● **Given entries**:

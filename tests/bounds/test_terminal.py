"""explain and compare, as a terminal runs them."""

from __future__ import annotations

import io
import json
import subprocess
import sys

import pytest

from pytest_growthbudget import __main__
from pytest_growthbudget.bounds import terminal

FACTOR = {"exp_base": 1, "power": 1, "log": 1, "loglog": 0, "factorial": 0}


def _run(arguments: list[str], monkeypatch: pytest.MonkeyPatch, stdin: bytes = b"") -> tuple[int, str, str]:
    out, error = io.StringIO(), io.StringIO()
    monkeypatch.setattr(sys, "stdin", io.TextIOWrapper(io.BytesIO(stdin), encoding="utf-8"))
    commands = {"explain": terminal.explain, "compare": terminal.compare_command}
    code = commands[arguments[0]](arguments[1:], out, error)
    return code, out.getvalue(), error.getvalue()


def test_explain_json(monkeypatch: pytest.MonkeyPatch) -> None:
    """The form that DESIGN fixes, for a recurrence."""
    code, out, _ = _run(["explain", "--json", "T(n) = 2 T(n/2) + n"], monkeypatch)
    answer = json.loads(out)
    assert code == 0
    assert answer["input"] == "T(n) = 2 T(n/2) + n"
    assert answer["kind"] == "recurrence"
    assert answer["theta"] == "n log n"
    assert answer["terms"] == [{"n": FACTOR}]
    assert answer["theorem"] == "Master theorem, case 2"
    assert all(isinstance(step, str) for step in answer["steps"])


def test_explain_lines(monkeypatch: pytest.MonkeyPatch) -> None:
    """One line of JSON for each line of input, faults, blanks and broken bytes included; exit code 2 for a fault."""
    lines = b'n log n\n\nlog n^2\r\n\xff\xfe\nT(n) = T(2n)\n"n"\n{"input": "2^n"}\n{x: x^2 = x + 1}^n'
    code, out, _ = _run(["explain", "--json", "-"], monkeypatch, lines)
    answers = [json.loads(line) for line in out.splitlines()]
    assert code == 2
    assert [("error" in a) for a in answers] == [False, True, True, True, True, False, False, False]
    assert answers[2]["error"]["position"] == 0
    assert answers[4]["error"]["position"] == 9
    assert answers[4]["input"] == "T(n) = T(2n)"
    assert [a.get("theta") for a in answers[5:]] == ["n", "2^n", "((1 + sqrt(5))/2)^n"]


@pytest.mark.parametrize(
    ("line", "relation"),
    [
        (b'["n", "n log n"]', "slower"),
        (b'{"a": "n^2", "b": "n"}', "faster"),
        (b"n\tn + 1", "same"),
        (b"n vs n^2", "slower"),
        (b"n | n^2", "slower"),
        (b"n , n^2", "slower"),
        (b"T(n) = 2T(n/2) + n; T(1) = 1\tn log n", "same"),
    ],
)
def test_compare_lines(line: bytes, relation: str, monkeypatch: pytest.MonkeyPatch) -> None:
    """Two growths a line, as JSON or parted by a tab or a sign."""
    code, out, _ = _run(["compare", "--json", "-"], monkeypatch, line + b"\n")
    answer = json.loads(out)
    assert (code, answer["relation"]) == (0, relation)
    assert set(answer) == {"a", "b", "relation"}


def test_compare_faults(monkeypatch: pytest.MonkeyPatch) -> None:
    """The answer says which side is at fault."""
    _, out, _ = _run(["compare", "--json", "-"], monkeypatch, b'["n", "foo(n)"]\nn\n["V", "E"]\n')
    answers = [json.loads(line) for line in out.splitlines()]
    assert [a["error"].get("in") for a in answers] == ["b", None, "both"]


def test_explain_for_people(monkeypatch: pytest.MonkeyPatch) -> None:
    """Growth, theorem, steps, doubling and split table within 80 columns."""
    code, out, _ = _run(["explain", "T(n) = T(0.99n) + T(0.01n) + n"], monkeypatch)
    assert code == 0
    lines = out.splitlines()
    assert max(map(len, lines)) <= 80
    assert lines[0] == "input    T(n) = T(0.99n) + T(0.01n) + n"
    assert lines[1] == "growth   Θ(n log n)"
    assert lines[2] == "theorem  Akra-Bazzi theorem"
    assert "growth at 2 n over n" in out
    assert "the deepest branch is about 69 log2 n calls long" in out
    assert "T/growth, even split" in out


@pytest.mark.parametrize("text", ["V + E", "n!", "2^n", "1", "T(n) = T(n-1) + T(n-2)", "n^log2(7) log log n", "1/n"])
def test_reports_fit_80_columns(text: str, monkeypatch: pytest.MonkeyPatch) -> None:
    """Several variables, exponentials and constants have tables too."""
    code, out, _ = _run(["explain", text], monkeypatch)
    assert code == 0
    assert max(map(len, out.splitlines())) <= 80


def test_fault_for_people(monkeypatch: pytest.MonkeyPatch) -> None:
    """The caret goes to standard error, the exit code is 2."""
    code, out, error = _run(["explain", "n log"], monkeypatch)
    assert (code, out) == (2, "")
    assert error.splitlines()[1:] == ["  n log", "    ~~^"]


def test_compare_for_people(monkeypatch: pytest.MonkeyPatch) -> None:
    """A sentence."""
    code, out, _ = _run(["compare", "T(n) = 2T(n/2) + n", "n^2"], monkeypatch)
    assert (code, out) == (0, "n log n grows slower than n^2\n")


@pytest.mark.parametrize("arguments", [[], ["explain"], ["compare", "n"], ["nonsense"], ["explain", "n", "m"]])
def test_usage_is_code_2(arguments: list[str], capsys: pytest.CaptureFixture[str]) -> None:
    """Too few or too many arguments, and unknown commands."""
    assert __main__.main(arguments) == 2
    assert "usage" in capsys.readouterr().err


def test_help_names_the_commands(capsys: pytest.CaptureFixture[str]) -> None:
    """Every command is listed."""
    assert __main__.main(["--help"]) == 0
    out = capsys.readouterr().out
    assert all(name in out for name in __main__.COMMANDS)


@pytest.mark.parametrize("arguments", [["explain", "--help"], ["compare", "-h"]])
def test_a_command_tells_how_it_is_used(arguments: list[str], monkeypatch: pytest.MonkeyPatch) -> None:
    """Help is asked for, not a bound: it goes to standard output, and nothing is at fault."""
    code, out, error = _run(arguments, monkeypatch)
    assert (code, error) == (0, "")
    assert out.startswith(f"usage: python -m pytest_growthbudget {arguments[0]} [--json] ")


def test_explain_imports_neither_numpy_nor_scipy_nor_pytest() -> None:
    """A fresh interpreter that explained a recurrence has none of them loaded."""
    code = (
        "import sys; from pytest_growthbudget.__main__ import main\n"
        "main(['explain', '--json', 'T(n) = T(n/5) + T(7n/10) + n'])\n"
        "print([m for m in ('numpy', 'scipy', 'sympy', 'mpmath', 'pytest') if m in sys.modules])"
    )
    done = subprocess.run([sys.executable, "-c", code], capture_output=True, text=True, check=True, timeout=60)
    assert done.stdout.splitlines()[-1] == "[]"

● **Directions**: Your answer must consist solely of the lines from the one containing "assert (code, error)" through the last line of the entries, reproduced exactly.

● **Response for this exercise**:
    assert (code, error) == (0, "")
    assert out.startswith(f"usage: python -m pytest_growthbudget {arguments[0]} [--json] ")


def test_explain_imports_neither_numpy_nor_scipy_nor_pytest() -> None:
    """A fresh interpreter that explained a recurrence has none of them loaded."""
    code = (
        "import sys; from pytest_growthbudget.__main__ import main\n"
        "main(['explain', '--json', 'T(n) = T(n/5) + T(7n/10) + n'])\n"
        "print([m for m in ('numpy', 'scipy', 'sympy', 'mpmath', 'pytest') if m in sys.modules])"
    )
    done = subprocess.run([sys.executable, "-c", code], capture_output=True, text=True, check=True, timeout=60)
    assert done.stdout.splitlines()[-1] == "[]"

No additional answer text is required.